Senator Saxby Chambliss said on Sunday "the chatter" intercepted by US intelligence agencies led the Obama administration to order the weekend closure of 21 diplomatic facilities and to issue a global travel warning to Americans.

He told NBC's Meet the Press that the intelligence was "very reminiscent of what we saw" before the September 11, 2001 terror attacks.

"The one thing that we can talk about is the fact that there's been an awful lot of chatter out there," Chambliss said.

"We didn't take heed on 9/11 in a way that we should, but here I think it's very important that we do take the right kind of planning."

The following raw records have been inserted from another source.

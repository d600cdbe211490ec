import { describe, expect, it } from 'vitest';
import { analyseFormula } from '../../server/src/chem/analyse';
import { COMMON_HYDRATES } from '../../server/src/chem/data/hydrates';
import { createLanguageService, type TextEdit } from '../../server/src/service/languageService';
import { analyseDocument } from '../../server/src/service/document';
import { parseScaleTarget } from '../../server/src/service/batchEdits';

const service = createLanguageService();

/** Apply LSP edits (non-overlapping) to a text. */
function applyEdits(doc: ReturnType<typeof analyseDocument>, edits: TextEdit[]): string {
  const spans = edits.map((e) => ({ s: doc.lines.offsetAt(e.range.start), e: doc.lines.offsetAt(e.range.end), t: e.newText })).sort((a, b) => b.s - a.s);
  let text = doc.text;
  for (const x of spans) text = text.slice(0, x.s) + x.t + text.slice(x.e);
  return text;
}

const at = (doc: ReturnType<typeof analyseDocument>, needle: string) => {
  const o = doc.text.indexOf(needle);
  return { start: doc.lines.positionAt(o), end: doc.lines.positionAt(o) };
};

describe('another form of a weighed ingredient', () => {
  const note = ['# Bath N-4', '', '```batch', 'name: Nickel strike', 'volume: 1 L', 'NiSO4 150 g', 'H3BO3 30.0 g @ 99.5%', '```', ''].join('\n');
  const doc = analyseDocument(note, 'markdown');

  it('offers the hexahydrate and heptahydrate for NiSO4, and rewrites only the formula and the amount', () => {
    const actions = service.codeActions(doc, at(doc, 'NiSO4 150'));
    const hexa = actions.find((a) => a.title.includes('hexahydrate'));
    expect(hexa, actions.map((a) => a.title).join('\n')).toBeDefined();
    // m = 150 g × M(NiSO4·6H2O) / M(NiSO4) = 150 × 262.85 / 154.75 (CIAAW 2021 standard atomic weights).
    expect(hexa!.title).toBe('I have the hexahydrate: weigh 254.8 g NiSO₄·6H₂O');
    const out = applyEdits(doc, hexa!.edits);
    expect(out).toBe(note.replace('NiSO4 150 g', 'NiSO4·6H2O 254.8 g'));
    expect(actions.some((a) => a.title.includes('heptahydrate'))).toBe(true);
  });

  it('goes back from the hexahydrate to the anhydrous salt with the same moles', () => {
    const n2 = note.replace('NiSO4 150 g', 'NiSO4·6H2O 254.8 g');
    const d2 = analyseDocument(n2, 'markdown');
    const back = service.codeActions(d2, at(d2, 'NiSO4·6H2O')).find((a) => a.title.includes('anhydrous'));
    expect(back?.title).toBe('I have the anhydrous salt: weigh 150.0 g NiSO₄');
    expect(applyEdits(d2, back!.edits)).toBe(note.replace('NiSO4 150 g', 'NiSO4 150.0 g'));
    const moles = (t: string) => analyseDocument(t, 'markdown').batches[0].analysis.ingredients[0].moles as number;
    // Within the rounding of 4 significant figures.
    expect(Math.abs(moles(applyEdits(d2, back!.edits)) / moles(n2) - 1)).toBeLessThan(5e-4);
  });

  it('offers another assay where the line has one: m2 = m1 · a1 / a2', () => {
    const actions = service.codeActions(doc, at(doc, 'H3BO3'));
    const a98 = actions.find((a) => a.title.startsWith('The jar is 98 %'));
    // 30.0 g × 99.5 / 98 = 30.459 g → 30.46 g (4 significant figures, common practice).
    expect(a98?.title).toBe('The jar is 98 %: weigh 30.46 g H₃BO₃');
    expect(applyEdits(doc, a98!.edits)).toBe(note.replace('H3BO3 30.0 g @ 99.5%', 'H3BO3 30.46 g @ 98%'));
    // No assay change is offered on a line without one.
    expect(service.codeActions(doc, at(doc, 'NiSO4 150')).some((a) => a.title.startsWith('The jar'))).toBe(false);
  });

  it('offers nothing of the kind on a concentration line', () => {
    const d = analyseDocument('```batch\nvolume: 1 L\nNiSO4 0.5 M\n```\n', 'markdown');
    expect(service.codeActions(d, at(d, 'NiSO4')).filter((a) => a.kind === 'quickfix')).toEqual([]);
  });

  it('keys every hydrate row on a formula that reads as that salt', () => {
    for (const hill of Object.keys(COMMON_HYDRATES)) expect(analyseFormula(hill).ok, hill).toBe(true);
    expect(analyseFormula('NiSO4').hill in COMMON_HYDRATES).toBe(true);
    expect(analyseFormula('Na2HPO4').hill in COMMON_HYDRATES).toBe(true);
  });
});

describe('scaling a batch', () => {
  const note = ['```batch', 'name: Rinse R-9', 'volume: 500 mL', 'KH2PO4 3.40 g', 'Na2HPO4·7H2O 6.70 g', 'NaCl 0.10 M', 'H2SO4 2.5 mmol', '```', ''].join('\n');
  const doc = analyseDocument(note, 'markdown');
  const conc = (t: string) => analyseDocument(t, 'markdown').batches[0].analysis.ingredients.map((i) => i.concentrationM as number);

  it('offers ×2, ×5, ×10, ½ and to 1 L, 10 L, 100 L (without repeating a size)', () => {
    const titles = service
      .codeActions(doc, at(doc, 'KH2PO4'))
      .filter((a) => a.title.startsWith('Scale'))
      .map((a) => a.title);
    expect(titles).toEqual([
      "Scale 'Rinse R-9' to 1 L (×2)",
      "Scale 'Rinse R-9' to 2.5 L (×5)",
      "Scale 'Rinse R-9' to 5 L (×10)",
      "Scale 'Rinse R-9' to 250 mL (×0.5)",
      "Scale 'Rinse R-9' to 10 L (×20)",
      "Scale 'Rinse R-9' to 100 L (×200)",
    ]);
  });

  for (const target of ['×2', '0.5', '10 L', '100 L', '37 mL'])
    it(`keeps every concentration within the rounding (${target})`, () => {
      const r = service.scaleBatchEdit(doc, at(doc, 'KH2PO4').start, target);
      if (!('edits' in r)) throw new Error(r.reason);
      const out = applyEdits(doc, r.edits);
      const before = conc(note);
      const after = conc(out);
      // 4 significant figures of a mass, 3 of a volume: within 0.1 %; the small masses of the 37 mL batch
      // are read to 0.1 mg (0.25 g KH2PO4: 0.04 %).
      after.forEach((c, k) => expect(Math.abs(c / before[k] - 1), `${target} line ${k}`).toBeLessThan(2e-3));
      // The concentration line is untouched; only amounts and the volume change.
      expect(out).toContain('NaCl 0.10 M');
      expect(out.split('\n').length).toBe(note.split('\n').length);
    });

  it('rewrites the volume header and the amounts exactly', () => {
    const r = service.scaleBatchEdit(doc, at(doc, 'KH2PO4').start, '10 L');
    if (!('edits' in r)) throw new Error(r.reason);
    expect(applyEdits(doc, r.edits)).toBe(
      note.replace('500 mL', '10 L').replace('3.40 g', '68.00 g').replace('6.70 g', '134.0 g').replace('2.5 mmol', '50 mmol'),
    );
  });

  it('rewrites a `water to` line too, and refuses a batch with a line it could not read', () => {
    const t = '```batch\nname: W\nNaCl 5 g\nwater to 1 L\n```\n';
    const d = analyseDocument(t, 'markdown');
    const r = service.scaleBatchEdit(d, at(d, 'NaCl').start, '×3');
    if (!('edits' in r)) throw new Error(r.reason);
    expect(applyEdits(d, r.edits)).toContain('water to 3 L');
    const bad = analyseDocument('```batch\nvolume: 1 L\nNaCl 5 g\nXq 2 g\n```\n', 'markdown');
    const refused = service.scaleBatchEdit(bad, at(bad, 'NaCl').start, '×2');
    expect('reason' in refused && refused.reason).toMatch(/could not be read/);
  });

  it('reads the targets a user types, and says what it expects otherwise', () => {
    expect(parseScaleTarget('×3')).toEqual({ factor: 3 });
    expect(parseScaleTarget('0,5')).toEqual({ factor: 0.5 });
    expect(parseScaleTarget('500 mL')).toEqual({ volumeL: 0.5 });
    expect(parseScaleTarget('5 kg')).toEqual({ totalMassG: 5000 });
    expect(parseScaleTarget('lots')).toMatchObject({ reason: expect.stringContaining('no size') });
    expect(parseScaleTarget('0')).toMatchObject({ reason: expect.stringContaining('above zero') });
  });
});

Dutch Ruppersberger, the top Democrat on the House Permanent Select Committee on Intelligence, has told ABC's This Week that the threat intercepted from "high-level people in al-Qaeda in the Arabian Peninsula" was about a "major attack".

The congressman didn't provide details of the threat, other than to say it came from "people at a high level".

Pete King, a Republican who chairs a panel on counterterrorism and intelligence, also spoke to ABC and said that the threat included dates but not locations of possible attacks.

"The threat was specific as to how enormous it was going to be and also that certain dates were given," King said.

He added that while authorities assume any attack is likely to come in the Middle East, warnings to state and local authorities in the US were warranted because of the uncertainty.